The blinders are not on.

Please read my post .. Quote



> There were some instances of that


 
The anticedent to the pronoun 'that' is 'widespread jumping up and down and shouting'.

I guess the term 'widespread', as used by MartialIntent means that the event made it to a television screen. I guess that's why the Westboro Baptist Church demonstrations are WideSpread at military funerals. The whole world is protesting military funerals, eh? Or Natalie Hollaway's disappearence must be indicative of 'widespread' abductions of blond girls getting drunk, right?


----------



## michaeledward (Jun 9, 2006)

MartialIntent said:
			
		

> Well I ain't sufficiently *omnipotent* to think I'd know anything of "the vast majority" - but at the end of the day, it's all *propaganda* after all, just depends on who you choose to support [and I know who I'm with].
> 
> However, this Middle Eastern *triumphalist* jumping up and down is *exactly* the image that filled my screen and scored my eyes on the eve of 9/11. And it's an image I don't think I'll forget.
> 
> ...


 
What a strange way to close this post. As the content of the post seems to show so little respect.

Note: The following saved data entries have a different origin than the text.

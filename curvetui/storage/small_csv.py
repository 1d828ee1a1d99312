"""Helpers for the small CSV files a user names (a chain of PIs, a versine survey): the
header and its delimiter, a cell as a number, a cell as a message quotes it, and the
error that lists every bad row at once."""

from __future__ import annotations

import csv
import math
from dataclasses import dataclass

from curvetui.inputs import InputError

MAX_PROBLEMS = 20  # problems listed in one message; the rest counted


class CsvFileError(InputError):
    """A file that cannot be used; ``problems`` names each row and column. ``what`` says
    what the file is ("survey", "points file")."""

    what = "file"

    def __init__(self, path: str, problems: list[str]):
        self.path = path
        self.problems = problems
        shown = problems[:MAX_PROBLEMS]
        more = len(problems) - len(shown)
        tail = f"; and {more} more" if more > 0 else ""
        super().__init__(f"{path}: cannot use this {self.what}: " + "; ".join(shown) + tail)


def cell_number(text: str, decimal_comma: bool) -> float | None:
    """A cell as a finite number (12,5 read as 12.5 in a semicolon file), else None."""
    t = text.strip()
    if decimal_comma and "," in t and "." not in t:
        t = t.replace(",", ".")
    try:
        x = float(t)
    except ValueError:
        return None
    return x if math.isfinite(x) else None


def quoted(text: str) -> str:
    """A cell as a message quotes it: control characters as escapes, at most 40 shown."""
    t = "".join(c if c.isprintable() else repr(c)[1:-1] for c in text)
    return "'" + (t if len(t) <= 40 else t[:40] + "...") + "'"


def header_names(line: str) -> tuple[list[str], str]:
    """The header's column names (stripped, lower case) and the delimiter that splits it
    into the most columns: comma, semicolon or tab."""
    best: list[str] = []
    delimiter = ","
    for candidate in (",", ";", "\t"):
        names = next(csv.reader([line], delimiter=candidate))
        if len(names) > len(best):
            best, delimiter = names, candidate
    return [n.strip().lower() for n in best], delimiter


@dataclass(frozen=True)
class Layout:
    """A small CSV file's header: its column names, the position of each known one, the
    delimiter, and the index of the header line (blank lines before it skipped)."""

    names: list[str]
    where: dict[str, int]
    delimiter: str
    first: int

    @property
    def decimal_comma(self) -> bool:
        """A semicolon file may write 12,5 for 12.5."""
        return self.delimiter == ";"


def read_layout(
    lines: list[str], columns, required, error: type[CsvFileError], path: str, empty: str,
    listing: str, header: str,
) -> Layout:  # fmt: skip
    """The header of ``lines``: every column one of ``columns``, none twice, every one of
    ``required`` present; else ``error`` listing each problem by row and column. ``empty``,
    ``listing`` and ``header`` are the file kind's words: the empty-file message, the
    columns it takes, and what its header must name."""
    first = next((i for i, line in enumerate(lines) if line.strip()), None)
    if first is None:
        raise error(path, [empty])
    names, delimiter = header_names(lines[first])
    problems: list[str] = []
    where: dict[str, int] = {}
    for pos, name in enumerate(names):
        if name not in columns:
            problems.append(
                f"row {first + 1}, column {pos + 1}: {quoted(name)} is not a column of a "
                f"{error.what} ({listing})"
            )
        elif name in where:
            problems.append(f"row {first + 1}: column {name!r} appears twice; keep one")
        else:
            where[name] = pos
    missing = [c for c in required if c not in where]
    if missing:
        problems.append(
            f"row {first + 1} (the header): column{'s' if len(missing) > 1 else ''} "
            f"{', '.join(missing)} missing; {header}"
        )
    if problems:
        raise error(path, problems)
    return Layout(names, where, delimiter, first)


def data_rows(lines: list[str], layout: Layout, problems: list[str]):
    """(row number, cells) of each line after the header (the file's line number, one record
    a line); blank lines skipped, a line of the wrong width named in ``problems``."""
    reader = csv.reader(lines[layout.first + 1 :], delimiter=layout.delimiter)
    for offset, cells in enumerate(reader):
        row = layout.first + 2 + offset
        if not any(c.strip() for c in cells):
            continue
        if len(cells) != len(layout.names):
            problems.append(
                f"row {row}: {len(cells)} value(s), the header has {len(layout.names)} column(s)"
            )
            continue
        yield row, cells


def bounded_numbers(cells, row: int, layout: Layout, bounds, problems: list[str]):
    """The cells of the columns in ``bounds`` ((column, largest magnitude), ...) as numbers,
    or None with each bad cell named in ``problems``."""
    got = []
    for col, top in bounds:
        cell = cells[layout.where[col]]
        x = cell_number(cell, layout.decimal_comma)
        if x is None:
            problems.append(f"row {row}, column {col}: {quoted(cell)} is not a number")
        elif abs(x) > top:
            problems.append(f"row {row}, column {col}: {x:g} is outside -{top:g} to {top:g}")
        else:
            got.append(x)
    return got if len(got) == len(bounds) else None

Regarding news reports of the world reaction after 911, it does not require omnipotent discernment; just the ability to read the news. And if you believe that all news is propaganda, then belief of anything must be in doubt.

As for motivations, that you are unable to discern motivations beyond your description, does not mean there are not other motivations. It would seem that propaganda does limit much.


----------



## hapki68 (Jun 9, 2006)

I'm not a subject of the British monarchy and won't offer an opinion on events in the UK.

However, when it comes to the U.S...

Whereas some may find "second guessing" their government unpatriotic, I believe it's unpatriotic not to do so.  The U.S. is not Saudi Arabia, thank Allah, particularly because we have a free press, civil society and citizens who can express their views.  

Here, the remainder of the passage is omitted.